This is an updated version of my previous answer that was restricted to $q=p+1$ (and was itself a corrected version).
The answer is yes for all $p$ and $q$ (assumed to be coprime). It suffices to show that for any squarefree integer $M>1$ coprime with $pq$, there exists a prime $N\nmid M$ with the required two properties. Note that $N\nmid pq$ is automatic by the first property. We shall assume, without loss of generality, that $p<q$.
Let $k>Mq$ be a prime such that $k\equiv 1\pmod{\varphi(M|p-q|)}$, this exists by (the easiest case of) Dirichlet's theorem on primes.
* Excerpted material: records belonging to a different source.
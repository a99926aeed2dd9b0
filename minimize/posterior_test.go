package minimize

import (
	"context"
	"math"
	"testing"

	"github.com/tenter-go/tenter/action"
	"github.com/tenter-go/tenter/constraint"
	"github.com/tenter-go/tenter/field"
	"github.com/tenter-go/tenter/lattice"
	"gonum.org/v1/gonum/mat"
)

// Posterior of a Gaussian field with observations, a pin and a hard linear
// condition, against the dense formulas of Gauss and Markov: with Σ = P⁻¹, P the
// second variation and Σ aaᵀ/σ² on the free values, and one hard condition c,
// Σ − Σccᵀ Σ/(cᵀΣc).
func TestPosteriorAgainstDenseFormula(t *testing.T) {
	b := lattice.Block{Time: lattice.Axis{Step: 0.5, Sites: 5}, Space: lattice.Axis{Step: 0.4, Sites: 7}}
	s, err := action.New(b, action.Wave{Potential: action.Mass(1), Signature: action.Euclidean})
	if err != nil {
		t.Fatal(err)
	}
	held := constraint.On(b)
	held.Event(0, 0, 0.3)
	held.Observe(0.5, 0.4, 1.5, 0.1)
	held.Observe(1.5, 2, -0.7, 0.3)
	held.Average(1, 1.2, 0.5, constraint.Window{Width: 1}).Soft(0.05)
	held.Mean(4, 0.25)
	start := field.NewHistory(b, 1)
	found, err := Minimum(context.Background(), s, held, start, nil)
	if err != nil {
		t.Fatal(err)
	}
	free, err := held.Free(start)
	if err != nil {
		t.Fatal(err)
	}
	p := mat.NewSymDense(free.N, nil)
	second := s.SecondVariationMatrix(nil, start)
	for e := range second.Rows() {
		u, _ := free.At(e)
		columns, values := second.Row(e)
		for k, f := range columns {
			if v, _ := free.At(f); u >= 0 && v >= u {
				p.SetSym(u, v, values[k])
			}
		}
	}
	for e, term := range free.Terms() {
		u, _ := free.At(e)
		_, _, curvature := term.At(0)
		p.SetSym(u, u, p.At(u, u)+curvature)
	}
	vector := func(r constraint.Row) *mat.VecDense {
		a := mat.NewVecDense(free.N, nil)
		for k, u := range r.Unknown {
			a.SetVec(int(u), r.Weight[k])
		}
		return a
	}
	for _, r := range free.SoftRows() {
		p.SymRankOne(p, r.Precision, vector(r))
	}
	var chol mat.Cholesky
	if !chol.Factorize(p) {
		t.Fatal("the dense precision is not positive definite")
	}
	sigma := mat.NewSymDense(free.N, nil)
	if err := chol.InverseTo(sigma); err != nil {
		t.Fatal(err)
	}
	for _, r := range free.HardRows() {
		c := vector(r)
		var sc mat.VecDense
		sc.MulVec(sigma, c)
		sigma.SymRankOne(sigma, -1/mat.Dot(c, &sc), &sc)
	}

	r, err := NewResponse(s, held, found, nil)
	if err != nil {
		t.Fatal(err)
	}
	at := []lattice.Event{b.At(0, 0), b.At(1, 1), b.At(2, 3), b.At(4, 2), b.At(4, 6)}
	got, err := r.Posterior(0, at...)
	if err != nil {
		t.Fatal(err)
	}
	for i := range at {
		n, site, _ := b.Index(at[i])
		u, _ := free.At(start.Index(n, 0, site))
		for j := range at {
			m, place, _ := b.Index(at[j])
			v, _ := free.At(start.Index(m, 0, place))
			want := 0.0
			if u >= 0 && v >= 0 {
				want = sigma.At(u, v)
			}
			// rounding, condition number about 1e4
			if d := got.Covariance.At(i, j) - want; math.Abs(d) > 1e-12 {
				t.Errorf("covariance of %v and %v: %v, dense formula %v", at[i], at[j], got.Covariance.At(i, j), want)
			}
		}
		if got.Mean[i] != found.History.At(n, 0, site) {
			t.Errorf("mean at %v: %v", at[i], got.Mean[i])
		}
	}
	if got.Deviation(0) != 0 || got.Deviation(1) > 0.1 || got.Deviation(2) < 0.1 {
		t.Errorf("deviations %v, %v, %v; want none at a pin, less than observed at an observation, more elsewhere", got.Deviation(0), got.Deviation(1), got.Deviation(2))
	}
}

// The same for the least residual: hk/q² JᵀJ and Σ aaᵀ/σ² on the free values. A
// history of zeros is the solution where zero is observed.
func TestPosteriorOfALeastResidual(t *testing.T) {
	const q = 0.3
	s := newAction(t, lattice.Axis{Step: 0.4, Sites: 6}, lattice.Axis{Step: 0.5, Sites: 5}, action.Wave{Potential: action.Mass(1), Alpha: action.Uniform(0.2)})
	b := s.Block()
	rest := field.NewHistory(b, 1)
	held := constraint.On(b)
	held.Slice(0, rest.Slice(0))
	held.ObserveSlice(1, rest.Slice(1), 0.1)
	held.Observe(2, 1, 0, 0.2)
	held.Mean(3, 0).Soft(0.05)
	free, err := held.Free(rest)
	if err != nil {
		t.Fatal(err)
	}
	found := &Found{History: rest, Report: Report{Problem: problemResidual, Unknowns: free.N, Fixed: free.Fixed()}}
	r, err := NewResponse(s, held, found, &Settings{ResidualScale: q})
	if err != nil {
		t.Fatal(err)
	}

	j := mat.NewDense(len(rest.Data), free.N, nil)
	jac := s.ResidualJacobian(nil, rest)
	for e := range jac.Rows() {
		columns, values := jac.Row(e)
		for k, f := range columns {
			if u, _ := free.At(f); u >= 0 {
				j.Set(e, u, values[k])
			}
		}
	}
	p := mat.NewSymDense(free.N, nil)
	p.SymOuterK(b.Time.Step*b.Space.Step/(q*q), j.T())
	for e, term := range free.Terms() {
		u, _ := free.At(e)
		_, _, curvature := term.At(0)
		p.SetSym(u, u, p.At(u, u)+curvature)
	}
	for _, row := range free.SoftRows() {
		a := mat.NewVecDense(free.N, nil)
		for k, u := range row.Unknown {
			a.SetVec(int(u), row.Weight[k])
		}
		p.SymRankOne(p, row.Precision, a)
	}
	var chol mat.Cholesky
	if !chol.Factorize(p) {
		t.Fatal("the dense precision is not positive definite")
	}
	var sigma mat.SymDense
	if err := chol.InverseTo(&sigma); err != nil {
		t.Fatal(err)
	}
	at := make([]lattice.Event, free.N)
	for u := range at {
		_, _, _, at[u] = free.Event(free.Lead(u))
	}
	got, err := r.Posterior(0, at...)
	if err != nil {
		t.Fatal(err)
	}
	for u := range at {
		for v := range u + 1 {
			// rounding, condition number about 1e5
			if d := got.Covariance.At(u, v) - sigma.At(u, v); math.Abs(d) > 1e-11*sigma.At(u, u) {
				t.Fatalf("covariance of %v and %v: %v, dense formula %v", at[u], at[v], got.Covariance.At(u, v), sigma.At(u, v))
			}
		}
	}
}

// A string at rest at first and driven by white noise of the strength q has the
// variance q²t²/4, the noise being collected from the past light cone with the
// Green function ½ [Walsh 1986, An Introduction to Stochastic Partial Differential
// Equations, chapter 3]. The cone's edge makes it of first order.
func TestPosteriorOfANoisyString(t *testing.T) {
	const q, when = 0.7, 2.0
	var miss []float64
	for _, h := range []float64{0.1, 0.05, 0.025} {
		k := h / 2
		clock := lattice.Axis{Step: k, Sites: int(math.Round(when/k)) + 1}
		line := lattice.Axis{From: -2.5, Step: h, Sites: int(math.Round(5/h)) + 1}
		s := newAction(t, clock, line, action.Wave{})
		rest := field.NewHistory(s.Block(), 1)
		held := pairOf(rest)
		set := &Settings{ResidualScale: q}
		found, err := LeastResidual(context.Background(), s, held, rest, set)
		if err != nil {
			t.Fatal(err)
		}
		r, err := NewResponse(s, held, found, set)
		if err != nil {
			t.Fatal(err)
		}
		p, err := r.Posterior(0, lattice.Event{T: when, X: 0})
		if err != nil {
			t.Fatal(err)
		}
		miss = append(miss, math.Abs(p.Covariance.At(0, 0)-q*q*when*when/4))
	}
	for k := range 2 {
		if order := math.Log2(miss[k] / miss[k+1]); math.Abs(order-1) > 0.15 {
			t.Errorf("order %.3f between levels %d and %d, want 1; errors %.3g", order, k, k+1, miss)
		}
	}
	t.Logf("errors of the variance %v: %.3g", q*q*when*when/4, miss)
}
Then $p^k-q\equiv p-q\pmod{kM|p-q|}$, upon noting that $p$ is coprime with both $M$ and $|p-q|$. It follows that $|p-q|$ divides $p^k-q$, and the quotient $$\frac{p^k-q}{|p-q|}\equiv -1\pmod{kM}. $$ As a result, the left hand side has a prime divisor $N\not\equiv 1\pmod{k}$ not dividing $M$. In particular, $p^k\equiv q\pmod{N}$, and so $(N,pq)=1$ by $(p,q)=1$. As $(k,N-1)=1$, there exists a positive integer $l$ such that $kl\equiv 1\pmod{N-1}$. Therefore $q^l\equiv p^{kl}\equiv p\pmod{N}$, and we are done.